- [Given data]:
§

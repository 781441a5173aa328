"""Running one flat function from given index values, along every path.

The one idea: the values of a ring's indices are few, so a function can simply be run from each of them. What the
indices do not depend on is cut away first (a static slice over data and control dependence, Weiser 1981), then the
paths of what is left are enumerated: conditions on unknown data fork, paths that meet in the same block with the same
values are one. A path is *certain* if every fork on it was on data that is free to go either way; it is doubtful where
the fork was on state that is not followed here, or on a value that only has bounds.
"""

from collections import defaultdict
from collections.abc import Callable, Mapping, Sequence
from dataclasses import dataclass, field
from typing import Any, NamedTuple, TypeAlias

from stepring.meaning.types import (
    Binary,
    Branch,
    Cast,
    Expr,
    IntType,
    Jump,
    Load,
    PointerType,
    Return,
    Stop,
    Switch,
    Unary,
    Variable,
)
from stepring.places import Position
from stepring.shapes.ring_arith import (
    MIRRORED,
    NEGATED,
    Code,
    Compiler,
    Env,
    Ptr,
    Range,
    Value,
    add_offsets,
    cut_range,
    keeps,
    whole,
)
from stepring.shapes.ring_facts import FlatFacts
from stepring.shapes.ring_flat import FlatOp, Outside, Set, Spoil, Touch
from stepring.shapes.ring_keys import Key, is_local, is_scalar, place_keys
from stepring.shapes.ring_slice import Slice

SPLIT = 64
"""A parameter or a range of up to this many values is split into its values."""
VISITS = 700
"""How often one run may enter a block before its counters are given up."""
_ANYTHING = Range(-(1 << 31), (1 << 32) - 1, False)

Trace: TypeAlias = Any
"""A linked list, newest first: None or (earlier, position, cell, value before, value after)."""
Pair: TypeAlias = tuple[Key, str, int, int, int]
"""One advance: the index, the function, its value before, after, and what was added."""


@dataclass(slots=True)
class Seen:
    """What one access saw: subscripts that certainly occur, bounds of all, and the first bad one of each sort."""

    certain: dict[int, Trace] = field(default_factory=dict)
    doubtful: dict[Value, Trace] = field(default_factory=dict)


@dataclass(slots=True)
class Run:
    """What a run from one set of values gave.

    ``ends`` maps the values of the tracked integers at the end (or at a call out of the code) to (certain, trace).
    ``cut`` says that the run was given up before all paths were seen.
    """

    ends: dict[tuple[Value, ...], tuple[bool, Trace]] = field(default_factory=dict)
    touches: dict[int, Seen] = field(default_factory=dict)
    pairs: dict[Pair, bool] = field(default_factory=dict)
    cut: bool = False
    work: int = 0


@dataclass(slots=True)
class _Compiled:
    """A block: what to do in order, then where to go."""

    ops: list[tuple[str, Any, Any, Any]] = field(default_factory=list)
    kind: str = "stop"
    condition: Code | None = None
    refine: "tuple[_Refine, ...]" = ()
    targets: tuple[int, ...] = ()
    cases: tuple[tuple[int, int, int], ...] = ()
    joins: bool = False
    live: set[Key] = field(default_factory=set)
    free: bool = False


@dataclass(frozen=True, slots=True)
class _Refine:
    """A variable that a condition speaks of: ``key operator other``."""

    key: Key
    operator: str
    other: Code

§

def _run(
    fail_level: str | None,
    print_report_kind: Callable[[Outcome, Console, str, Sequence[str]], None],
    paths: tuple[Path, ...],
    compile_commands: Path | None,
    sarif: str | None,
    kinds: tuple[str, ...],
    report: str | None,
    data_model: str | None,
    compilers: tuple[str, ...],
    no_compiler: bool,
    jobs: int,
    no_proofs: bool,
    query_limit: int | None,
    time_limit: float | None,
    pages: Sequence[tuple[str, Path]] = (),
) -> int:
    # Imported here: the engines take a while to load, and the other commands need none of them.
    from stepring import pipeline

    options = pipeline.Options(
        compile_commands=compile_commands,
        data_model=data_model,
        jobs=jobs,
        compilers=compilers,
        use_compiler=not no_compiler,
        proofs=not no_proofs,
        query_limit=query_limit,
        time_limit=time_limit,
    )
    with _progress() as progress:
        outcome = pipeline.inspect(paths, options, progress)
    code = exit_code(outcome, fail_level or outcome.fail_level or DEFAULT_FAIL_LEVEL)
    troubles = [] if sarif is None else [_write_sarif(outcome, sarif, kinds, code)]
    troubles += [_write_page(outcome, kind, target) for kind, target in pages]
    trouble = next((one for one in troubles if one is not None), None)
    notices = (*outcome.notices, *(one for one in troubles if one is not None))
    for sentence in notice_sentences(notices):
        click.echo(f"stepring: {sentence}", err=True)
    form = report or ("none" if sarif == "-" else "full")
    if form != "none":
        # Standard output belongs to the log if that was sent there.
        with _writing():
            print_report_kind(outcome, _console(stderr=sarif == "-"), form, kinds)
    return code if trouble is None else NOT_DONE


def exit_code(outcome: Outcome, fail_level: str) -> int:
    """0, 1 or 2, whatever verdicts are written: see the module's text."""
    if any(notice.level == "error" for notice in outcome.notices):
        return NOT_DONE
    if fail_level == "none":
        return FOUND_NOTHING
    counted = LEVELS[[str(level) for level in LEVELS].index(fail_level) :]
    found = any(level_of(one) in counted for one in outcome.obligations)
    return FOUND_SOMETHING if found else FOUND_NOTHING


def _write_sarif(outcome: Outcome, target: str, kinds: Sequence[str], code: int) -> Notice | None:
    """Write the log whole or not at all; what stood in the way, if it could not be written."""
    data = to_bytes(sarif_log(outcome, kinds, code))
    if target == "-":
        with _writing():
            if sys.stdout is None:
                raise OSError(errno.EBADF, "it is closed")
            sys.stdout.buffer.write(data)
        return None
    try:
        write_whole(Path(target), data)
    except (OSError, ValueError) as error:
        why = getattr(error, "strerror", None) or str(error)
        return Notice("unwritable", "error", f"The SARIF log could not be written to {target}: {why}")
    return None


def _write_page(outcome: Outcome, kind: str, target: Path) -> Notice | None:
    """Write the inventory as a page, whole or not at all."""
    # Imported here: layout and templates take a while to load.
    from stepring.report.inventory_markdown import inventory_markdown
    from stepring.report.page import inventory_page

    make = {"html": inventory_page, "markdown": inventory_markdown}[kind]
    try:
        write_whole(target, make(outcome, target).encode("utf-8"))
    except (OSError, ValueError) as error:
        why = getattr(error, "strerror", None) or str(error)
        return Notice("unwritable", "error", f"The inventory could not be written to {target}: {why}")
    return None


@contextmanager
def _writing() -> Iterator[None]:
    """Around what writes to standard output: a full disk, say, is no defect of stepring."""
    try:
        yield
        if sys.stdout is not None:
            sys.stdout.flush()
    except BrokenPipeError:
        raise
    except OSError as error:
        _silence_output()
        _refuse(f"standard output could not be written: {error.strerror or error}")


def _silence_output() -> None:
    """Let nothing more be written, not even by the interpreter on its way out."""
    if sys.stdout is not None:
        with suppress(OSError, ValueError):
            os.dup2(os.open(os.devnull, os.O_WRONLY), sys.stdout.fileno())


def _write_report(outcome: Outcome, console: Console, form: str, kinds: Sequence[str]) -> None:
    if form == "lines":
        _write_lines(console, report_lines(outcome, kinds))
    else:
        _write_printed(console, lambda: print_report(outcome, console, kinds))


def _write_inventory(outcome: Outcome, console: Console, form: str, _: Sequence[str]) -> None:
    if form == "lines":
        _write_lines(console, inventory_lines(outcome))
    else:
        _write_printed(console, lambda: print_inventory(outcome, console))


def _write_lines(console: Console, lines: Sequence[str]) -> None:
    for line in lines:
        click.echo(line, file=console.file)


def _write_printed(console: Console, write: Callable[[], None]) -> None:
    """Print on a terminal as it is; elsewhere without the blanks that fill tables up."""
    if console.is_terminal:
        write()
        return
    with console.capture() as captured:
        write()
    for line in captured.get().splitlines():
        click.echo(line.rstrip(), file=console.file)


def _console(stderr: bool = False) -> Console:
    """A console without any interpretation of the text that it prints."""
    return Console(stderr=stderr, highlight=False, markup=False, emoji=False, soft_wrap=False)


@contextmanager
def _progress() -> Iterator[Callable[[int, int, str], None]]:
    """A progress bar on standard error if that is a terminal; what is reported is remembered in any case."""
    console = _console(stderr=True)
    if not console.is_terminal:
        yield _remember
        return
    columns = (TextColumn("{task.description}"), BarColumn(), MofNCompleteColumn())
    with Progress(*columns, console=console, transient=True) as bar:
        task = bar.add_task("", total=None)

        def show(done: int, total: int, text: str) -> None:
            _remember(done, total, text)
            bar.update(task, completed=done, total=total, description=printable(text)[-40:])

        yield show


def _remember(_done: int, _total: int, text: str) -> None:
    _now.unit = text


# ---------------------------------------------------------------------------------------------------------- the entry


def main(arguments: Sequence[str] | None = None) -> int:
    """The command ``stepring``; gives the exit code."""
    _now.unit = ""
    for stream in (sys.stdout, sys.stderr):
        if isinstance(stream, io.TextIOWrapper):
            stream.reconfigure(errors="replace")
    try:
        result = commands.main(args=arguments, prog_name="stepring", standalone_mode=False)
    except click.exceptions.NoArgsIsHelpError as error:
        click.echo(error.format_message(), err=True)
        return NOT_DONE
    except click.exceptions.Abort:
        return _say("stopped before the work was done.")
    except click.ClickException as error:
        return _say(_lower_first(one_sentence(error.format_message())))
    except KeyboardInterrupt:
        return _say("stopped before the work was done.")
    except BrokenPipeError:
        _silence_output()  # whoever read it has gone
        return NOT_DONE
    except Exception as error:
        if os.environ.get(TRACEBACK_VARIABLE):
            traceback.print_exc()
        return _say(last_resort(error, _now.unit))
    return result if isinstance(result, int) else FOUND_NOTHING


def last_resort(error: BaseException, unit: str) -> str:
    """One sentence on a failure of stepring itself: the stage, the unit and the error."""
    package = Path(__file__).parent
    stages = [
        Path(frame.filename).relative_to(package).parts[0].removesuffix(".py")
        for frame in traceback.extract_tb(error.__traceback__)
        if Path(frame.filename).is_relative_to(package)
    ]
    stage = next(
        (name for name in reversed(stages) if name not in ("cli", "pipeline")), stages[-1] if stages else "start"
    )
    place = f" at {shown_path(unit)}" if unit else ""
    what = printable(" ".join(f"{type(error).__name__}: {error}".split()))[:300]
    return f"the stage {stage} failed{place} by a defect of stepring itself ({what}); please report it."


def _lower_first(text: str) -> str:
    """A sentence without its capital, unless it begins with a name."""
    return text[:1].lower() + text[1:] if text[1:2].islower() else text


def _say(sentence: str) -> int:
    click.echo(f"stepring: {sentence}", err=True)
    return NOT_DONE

§

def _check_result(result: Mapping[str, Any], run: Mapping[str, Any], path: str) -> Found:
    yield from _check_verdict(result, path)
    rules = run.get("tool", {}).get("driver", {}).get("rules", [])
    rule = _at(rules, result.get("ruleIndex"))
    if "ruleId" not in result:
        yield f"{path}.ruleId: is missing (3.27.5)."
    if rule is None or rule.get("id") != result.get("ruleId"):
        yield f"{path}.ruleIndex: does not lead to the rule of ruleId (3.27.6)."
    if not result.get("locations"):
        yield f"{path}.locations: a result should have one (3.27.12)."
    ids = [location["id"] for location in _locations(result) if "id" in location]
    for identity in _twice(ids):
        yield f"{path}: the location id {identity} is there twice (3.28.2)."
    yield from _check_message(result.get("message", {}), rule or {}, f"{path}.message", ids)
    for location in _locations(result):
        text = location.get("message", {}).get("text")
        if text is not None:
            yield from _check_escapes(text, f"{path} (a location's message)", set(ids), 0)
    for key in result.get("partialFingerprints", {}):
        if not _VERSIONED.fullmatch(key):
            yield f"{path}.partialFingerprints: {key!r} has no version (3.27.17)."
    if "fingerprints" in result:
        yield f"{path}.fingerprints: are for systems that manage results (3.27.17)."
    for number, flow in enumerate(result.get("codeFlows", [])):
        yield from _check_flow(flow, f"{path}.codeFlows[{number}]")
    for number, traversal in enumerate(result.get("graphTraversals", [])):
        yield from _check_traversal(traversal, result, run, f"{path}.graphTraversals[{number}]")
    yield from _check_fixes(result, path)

§

- [Problem to work on]: Would you retype exactly the lines above, from the line with "has no version" to the line with "yield from _check_fixes(result, path)", with both end lines kept and nothing more?

- [Solved problem]:
            yield f"{path}.partialFingerprints: {key!r} has no version (3.27.17)."
    if "fingerprints" in result:
        yield f"{path}.fingerprints: are for systems that manage results (3.27.17)."
    for number, flow in enumerate(result.get("codeFlows", [])):
        yield from _check_flow(flow, f"{path}.codeFlows[{number}]")
    for number, traversal in enumerate(result.get("graphTraversals", [])):
        yield from _check_traversal(traversal, result, run, f"{path}.graphTraversals[{number}]")
    yield from _check_fixes(result, path)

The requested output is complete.